Parameter Type Default Description
limit int 10 Number of top rules to return
days int - Limit to last N days

Response:

{
  "top_rules": [
    {"rule_id": "MALWAR-PI-001", "count": 45},
    {"rule_id": "MALWAR-OBF-002", "count": 23}
  ]
}

GET /api/v1/analytics/layers

Detection layer effectiveness statistics.

Query parameters:

Parameter Type Description
days int (optional) Limit to last N days

Response:

{
  "layers": [
    {"layer": "rule_engine", "findings_count": 340},
    {"layer": "url_crawler", "findings_count": 120},
    {"layer": "llm_analyzer", "findings_count": 85},
    {"layer": "threat_intel", "findings_count": 22}
  ]
}

CLI Command

malwar analytics summary

Displays a Rich-formatted analytics dashboard in the terminal with tables and sparklines.

# Show all-time analytics
malwar analytics summary

# Limit to last 30 days
malwar analytics summary --days 30

The dashboard includes:

  • Overview panel with total scans, findings, average risk score, and verdict breakdown
  • Sparkline showing daily scan volume
  • Verdict distribution table with percentages
  • Top triggered rules table
  • Detection layer effectiveness table
  • Threat category breakdown table
  • Week-over-week comparison with change percentage
  • Anomaly alerts if sudden spikes are detected

Analytics Module Architecture

src/malwar/analytics/
    __init__.py          # Public API
    aggregator.py        # AnalyticsAggregator class
    trends.py            # TrendAnalyzer class
    heatmap.py           # HeatmapGenerator class

AnalyticsAggregator

The AnalyticsAggregator is a pure in-memory aggregator.
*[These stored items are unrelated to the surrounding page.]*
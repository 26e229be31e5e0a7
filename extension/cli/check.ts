/**
 * `residuum check`: analyse a log and hold its report to thresholds (command line, gate file) and optionally to a
 * stored baseline report. Exit 0 when all hold, 1 when one fails, 2 for bad input or no threshold at all.
 */
import { readFileSync } from 'node:fs';
import Ajv from 'ajv';
import { parse as parseJsonc, printParseErrorCode, type ParseError } from 'jsonc-parser';
import gateSchema from '../../schema/gate.schema.json';
import { analyzeFile, assertReadableFile, InputError, type AnalyzeFileOptions } from '../node/analyzeFile';
import { evaluateGate, compareWithBaseline, hasThresholds, type Gate, type GateResult } from '../core/gate';
import { REPORT_SCHEMA, type Report } from '../core/report';
import { writeReportExports, assertAnalysable } from './export';
import { numberOption, UsageError } from './args';
import { table } from './summary';

/** Options only `check` takes. */
export const CHECK_OPTIONS = {
  gate: { type: 'string' },
  'max-outliers': { type: 'string' },
  'min-inside95': { type: 'string' },
  'max-rmse': { type: 'string' },
  'max-settle-time': { type: 'string' },
  baseline: { type: 'string' },
  tolerance: { type: 'string' },
} as const;

/** Read and validate a JSON file; InputError with file and position on failure. */
export function readJsonFile(file: string, what: string): unknown {
  assertReadableFile(file, what);
  let text: string;
  try {
    text = readFileSync(file, 'utf8');
  } catch (e) {
    throw new InputError(`${what} cannot be read: ${file} (${(e as NodeJS.ErrnoException).code ?? 'error'})`);
  }
  try {
    return JSON.parse(text);
  } catch (e) {
    // V8 does not always say where; the strict JSON scan of jsonc-parser does (offset of the first error).
    const errors: ParseError[] = [];
    parseJsonc(text, errors, { disallowComments: true, allowTrailingComma: false, allowEmptyContent: false });
    const first = errors[0];
    let where = '';
    let why = (e as Error).message.split('\n')[0];
    if (first) {
      const before = text.slice(0, first.offset);
      const line = before.split('\n').length;
      const column = first.offset - before.lastIndexOf('\n');
      where = `:${line}:${column}`;
      why = printParseErrorCode(first.error);
    }
    throw new InputError(`${what} ${file}${where} is not valid JSON: ${why}`);
  }
}

/** Load a gate file and validate it against schema/gate.schema.json. */
export function loadGate(file: string): Gate {
  const data = readJsonFile(file, 'gate file');
  const ajv = new Ajv({ allErrors: true });
  const validate = ajv.compile(gateSchema);
  if (!validate(data)) {
    const e = validate.errors?.[0];
    const where = e?.instancePath ? ` at ${e.instancePath}` : '';
    throw new InputError(`gate file ${file} is malformed${where}: ${e?.message ?? 'invalid'}${e?.params && 'additionalProperty' in e.params ? ` ('${String(e.params.additionalProperty)}')` : ''}`);
  }
  return data as Gate;
}

/** Run the verb; returns the exit status. */
export async function runCheck(values: Record<string, unknown>, positionals: string[], options: AnalyzeFileOptions): Promise<number> {
  if (positionals.length !== 1) throw new UsageError(`check takes exactly one LOG, got ${positionals.length}`);
  const gate: Gate = typeof values.gate === 'string' ? loadGate(values.gate) : {};
  const maxOutliers = numberOption(values, 'max-outliers', [0, Number.MAX_SAFE_INTEGER]);
  if (maxOutliers !== undefined && !Number.isInteger(maxOutliers)) throw new UsageError(`--max-outliers needs a whole number, got ${maxOutliers}`);
  if (maxOutliers !== undefined) gate.maxOutliers = maxOutliers;
  const minInside = numberOption(values, 'min-inside95', [0, 1]);
  if (minInside !== undefined) gate.minInside95 = minInside;
  const maxRmse = numberOption(values, 'max-rmse', [0, Number.MAX_VALUE]);
  if (maxRmse !== undefined) gate.maxRmse_m = maxRmse;
  const maxSettle = numberOption(values, 'max-settle-time', [0, Number.MAX_VALUE]);
  if (maxSettle !== undefined) gate.maxSettleTime_s = maxSettle;
  const tolerance = numberOption(values, 'tolerance', [0, 1e6]);
  const baselineFile = values.baseline as string | undefined;
  if (baselineFile !== undefined && tolerance === undefined) throw new UsageError('--baseline needs --tolerance P (percent)');
  if (tolerance !== undefined && baselineFile === undefined) throw new UsageError('--tolerance needs --baseline REPORT');
  if (!hasThresholds(gate) && baselineFile === undefined) {
    throw new UsageError('check needs at least one threshold (--gate FILE, --max-outliers, --min-inside95, --max-rmse, --max-settle-time, or --baseline with --tolerance)');
  }
  const baseline = baselineFile ? (readJsonFile(baselineFile, 'baseline report') as Report) : undefined;
  if (baseline !== undefined) {
    const b = baseline as unknown;
    const isReport = b !== null && typeof b === 'object' && (b as Report).schema === REPORT_SCHEMA && Array.isArray((b as Report).channels);
    if (!isReport) throw new InputError(`baseline report ${baselineFile} is not a ${REPORT_SCHEMA} report (write one with: residuum analyze LOG --out REPORT.json)`);
  }

  const { report, series } = await analyzeFile(positionals[0], options);
  assertAnalysable(report);
  writeReportExports(values, report, series);
  const results: GateResult[] = [...evaluateGate(report, gate), ...(baseline ? compareWithBaseline(report, baseline, tolerance ?? 0) : [])];
  const failed = results.filter((r) => !r.pass);
  if (values.json) {
    process.stdout.write(JSON.stringify({ pass: failed.length === 0, results }, null, 2) + '\n');
  } else {
    process.stdout.write(`residuum check: ${report.source.path} (sha256 ${report.source.sha256?.slice(0, 12) ?? '-'})${baseline ? ` against baseline ${baselineFile} (${baseline.source?.path ?? '?'}, tolerance ${tolerance}%)` : ''}\n`);
    process.stdout.write(table(['', 'check'], results.map((r) => [r.pass ? 'PASS' : 'FAIL', r.message])));
    process.stdout.write(`${results.length - failed.length} passed, ${failed.length} failed\n`);
  }
  if (failed.length > 0) {
    process.stderr.write(`residuum: check failed: ${failed.map((f) => f.what).join('; ')}\n`);
    return 1;
  }
  return 0;
}
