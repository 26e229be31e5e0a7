/**
 * `residuum`: the thin command-line shell around the core (report-contract.md).
 *   residuum analyze LOG [--anchors F] [--map F] [--reference F] [--reset-at T ...] [--json] [--out F] [--html F] [--md F] [--profile]
 *   residuum check LOG [same options] [--gate FILE] [--max-outliers N] [--min-inside95 X] [--max-rmse M]
 *                      [--max-settle-time S] [--baseline REPORT --tolerance P]
 *   residuum compare LOG_A LOG_B [LOG_C ...] [same options] [--align time|start] [--align-event KIND] [--json]
 * Exit status: 0 ok; 1 a `check` threshold failed; 2 unreadable input, bad argument, or `check` without threshold.
 * Every failure is one line on stderr, never a stack trace.
 */
import { analyzeFile, InputError, type AnalyzeFileOptions, type FileAnalysis } from '../node/analyzeFile';
import { parseVerbArgs, numberOption, UsageError } from './args';
import { formatSummary } from './summary';
import { runCheck, CHECK_OPTIONS } from './check';
import { runCompare, COMPARE_OPTIONS } from './compare';
import { runMonteCarlo } from './monteCarlo';
import { writeReportExports, assertAnalysable } from './export';
import { WriteError } from '../node/writeAtomic';
import type { StageTimes } from '../core/analyze';
import { IMU_PRESETS } from '../core/imu/presets';
import * as path from 'node:path';
import type { ParallelOptions } from '../node/parallelAnalysis';

/**
 * The stage worker's bundle, beside this one in dist/ (for the verbs that need only the report: the log is hashed and
 * its errors stage run on the second core; without the file, e.g. when run from the sources, all runs on one thread).
 */
export function stageWorkerOptions(): ParallelOptions {
  return { workerFile: path.join(__dirname, 'stageWorker.js') };
}

const USAGE = `usage:
  residuum analyze LOG [options] [--json] [--out REPORT.json] [--html F] [--md F] [--profile]
  residuum check LOG [options] [--gate FILE] [--max-outliers N] [--min-inside95 X] [--max-rmse M] [--max-settle-time S]
                 [--baseline REPORT --tolerance P] [--json] [--out F] [--html F] [--md F]
  residuum compare LOG_A LOG_B [LOG_C ...] [options] [--align time|start] [--align-event KIND] [--json] [--out F] [--html F] [--md F]
  residuum montecarlo LOG_1 LOG_2 [...] | FOLDER [options] [--json] [--per-epoch]
options: --anchors F  --map F  --reference F  --confidence C  --gate-prob P  --window S
         --imu-preset consumer|industrial|tactical  --time-offset S  --memory-budget MIB (default 4096)
         --reset-at T (repeatable: a confirmed filter restart at T s; the notes sidecar's confirmed resets are added)
         --jump-factor F (covariance-jump candidates: a block's variance growing F-fold in one epoch, default 10)
exit: 0 ok; 1 a check threshold failed; 2 unreadable input, bad argument, or check without threshold`;

/** Analysis options from parsed values. */
export function analysisOptions(values: Record<string, unknown>, times?: StageTimes): AnalyzeFileOptions {
  const settings: AnalyzeFileOptions['settings'] = {};
  const confidence = numberOption(values, 'confidence', [0.5, 0.9999]);
  if (confidence !== undefined) settings.confidence = confidence;
  const window = numberOption(values, 'window', [1e-6, 1e9]);
  if (window !== undefined) settings.window_s = window;
  const gateProb = numberOption(values, 'gate-prob', [0.5, 1 - 1e-12]);
  if (gateProb !== undefined) settings.gate = gateProb;
  const offset = numberOption(values, 'time-offset');
  if (offset !== undefined) settings.timeOffset_s = offset;
  const budget = numberOption(values, 'memory-budget', [0.01, 1 << 24]);
  if (budget !== undefined) settings.memoryBudgetBytes = budget * 1024 * 1024;
  const resetAt = values['reset-at'];
  if (resetAt !== undefined) {
    const list = Array.isArray(resetAt) ? resetAt : [resetAt];
    settings.confirmedResets_s = list.map((raw) => {
      const v = Number(raw);
      if (typeof raw !== 'string' || raw.trim() === '' || !Number.isFinite(v)) throw new UsageError(`--reset-at needs a time in seconds, got '${String(raw)}'`);
      return v;
    });
  }
  const jump = numberOption(values, 'jump-factor', [1.0001, 1e12]);
  if (jump !== undefined) settings.covarianceJumpFactor = jump;
  const preset = values['imu-preset'];
  if (typeof preset === 'string') {
    if (!Object.hasOwn(IMU_PRESETS, preset)) throw new UsageError(`--imu-preset must be one of ${Object.keys(IMU_PRESETS).join(', ')}, got '${preset}'`);
    settings.imuPreset = preset;
  }
  return {
    map: values.map as string | undefined,
    anchors: values.anchors as string | undefined,
    reference: values.reference as string | undefined,
    settings,
    times,
  };
}

export { writeAtomic } from '../node/writeAtomic';

async function analyzeVerb(argv: string[]): Promise<number> {
  const { values, positionals } = parseVerbArgs(argv, {});
  if (values.help) {
    process.stdout.write(USAGE + '\n');
    return 0;
  }
  if (positionals.length !== 1) throw new UsageError(`analyze takes exactly one LOG, got ${positionals.length}`);
  const times: StageTimes = {};
  const t0 = performance.now();
  // --html draws the series, which the two-thread analysis does not bring back from its worker
  const options: AnalyzeFileOptions = { ...analysisOptions(values, times), ...(values.html === undefined ? { parallel: stageWorkerOptions() } : {}) };
  const result: FileAnalysis = await analyzeFile(positionals[0], options);
  const t1 = performance.now();
  const json = values.json ? JSON.stringify(result.report, null, 2) + '\n' : '';
  assertAnalysable(result.report);
  writeReportExports(values, result.report, result.series);
  times.serialize = performance.now() - t1;
  if (values.json) process.stdout.write(json);
  else process.stdout.write(formatSummary(result.report));
  if (values.profile) {
    times.total = performance.now() - t0;
    const parts = Object.entries(times).map(([k, v]) => `${k}=${v.toFixed(1)}ms`);
    process.stderr.write(`profile: ${parts.join(' ')}\n`);
    const p = result.parallel;
    if (p) {
      const sha = `sha256 computed in the ${p.hashIn === 'worker' ? 'worker while the log was parsed' : `main thread${p.hashWhy !== undefined ? ` (${p.hashWhy})` : ''}`}`;
      process.stderr.write(p.errorsIn === 'worker'
        ? `parallel: errors ran in the stage worker beside resets, channels, bias and uwb (errors=${p.errors_ms.toFixed(1)}ms there; this thread waited ${p.wait_ms.toFixed(1)}ms for it); ${sha}\n`
        : `parallel: every stage ran on the main thread (${p.why ?? 'no reason given'}); ${sha}\n`);
    }
  }
  return 0;
}

/** Entry point: returns the exit status. */
export async function main(argv: string[]): Promise<number> {
  const [verb, ...rest] = argv;
  try {
    switch (verb) {
      case 'analyze':
        return await analyzeVerb(rest);
      case 'check': {
        const { values, positionals } = parseVerbArgs(rest, CHECK_OPTIONS);
        if (values.help) {
          process.stdout.write(USAGE + '\n');
          return 0;
        }
        // --html draws the series, which the two-thread analysis does not bring back from its worker
        return await runCheck(values, positionals, { ...analysisOptions(values), ...(values.html === undefined ? { parallel: stageWorkerOptions() } : {}) });
      }
      case 'compare': {
        const { values, positionals } = parseVerbArgs(rest, COMPARE_OPTIONS);
        if (values.help) {
          process.stdout.write(USAGE + '\n');
          return 0;
        }
        return await runCompare(values, positionals, analysisOptions(values));
      }
      case 'montecarlo': {
        const { values, positionals } = parseVerbArgs(rest, { 'per-epoch': { type: 'boolean' } });
        if (values.help) {
          process.stdout.write(USAGE + '\n');
          return 0;
        }
        return await runMonteCarlo(values, positionals, analysisOptions(values));
      }
      case undefined:
      case '--help':
      case '-h':
      case 'help':
        process.stdout.write(USAGE + '\n');
        return verb === undefined ? 2 : 0;
      case '--version':
        process.stdout.write('0.1.0\n');
        return 0;
      default:
        throw new UsageError(`unknown command '${verb}' (expected analyze, check, compare or montecarlo)`);
    }
  } catch (e) {
    if (e instanceof UsageError || e instanceof InputError || e instanceof WriteError) {
      process.stderr.write(`residuum: ${e.message}\n`);
      return 2;
    }
    const err = e as NodeJS.ErrnoException;
    if (err && typeof err.code === 'string') {
      process.stderr.write(`residuum: cannot read input (${err.code}): ${err.message.split('\n')[0]}\n`);
      return 2;
    }
    process.stderr.write(`residuum: internal error: ${(e as Error)?.message?.split('\n')[0] ?? String(e)}\n`);
    return 2;
  }
}

/** Run the tool on `argv` (without `node` and the script) as the `residuum` command: output, exit status. */
export function runCommandLine(argv: string[]): void {
  // A closed pipe (`residuum ... | head`) ends the output quietly, not with a stack trace.
  process.stdout.on('error', (e: NodeJS.ErrnoException) => {
    if (e.code === 'EPIPE') process.exit(process.exitCode ?? 0);
  });
  main(argv).then(
    (code) => {
      process.exitCode = code;
    },
    (e) => {
      process.stderr.write(`residuum: internal error: ${String(e).split('\n')[0]}\n`);
      process.exitCode = 2;
    },
  );
}

// Run directly (`node dist/cliMain.js`, or a test's own bundle of this file); dist/cli.js (launch.ts) loads it with a code
// cache instead and calls runCommandLine itself.
if (require.main === module) runCommandLine(process.argv.slice(2));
It accepts lists of ScanRecord and FindingRecord dataclasses and computes:

  • Scan volume over time (hourly/daily/weekly/monthly buckets)
  • Verdict distribution (pie chart data)
  • Risk score distribution (histogram data)
  • Top triggered rules (count by rule_id)
  • Threat category breakdown
  • Detection layer effectiveness (findings per layer)
  • Average scan latency over time

TrendAnalyzer

The TrendAnalyzer provides:

  • Moving averages — configurable window over volume or risk metrics
  • Period-over-period comparison — e.g. this week vs last week
  • Anomaly detection — z-score based spike detection for scan volume and malicious scan rates

HeatmapGenerator

The HeatmapGenerator produces:

  • Activity heatmap — 7 x 24 grid of scan counts by day-of-week and hour-of-day
  • Severity heatmap — 7 x 5 grid of finding counts by day-of-week and severity level

Both full grids (with zeros) and sparse representations (non-zero only) are available.

Data Model

The analytics module operates on two lightweight dataclasses:

@dataclass(frozen=True, slots=True)
class ScanRecord:
    scan_id: str
    verdict: str
    risk_score: int
    started_at: datetime
    duration_ms: int | None = None
    layers_executed: list[str] = field(default_factory=list)

@dataclass(frozen=True, slots=True)
class FindingRecord:
    finding_id: str
    scan_id: str
    rule_id: str
    category: str
    detector_layer: str
    severity: str

These are populated from the scans and findings database tables by the API layer.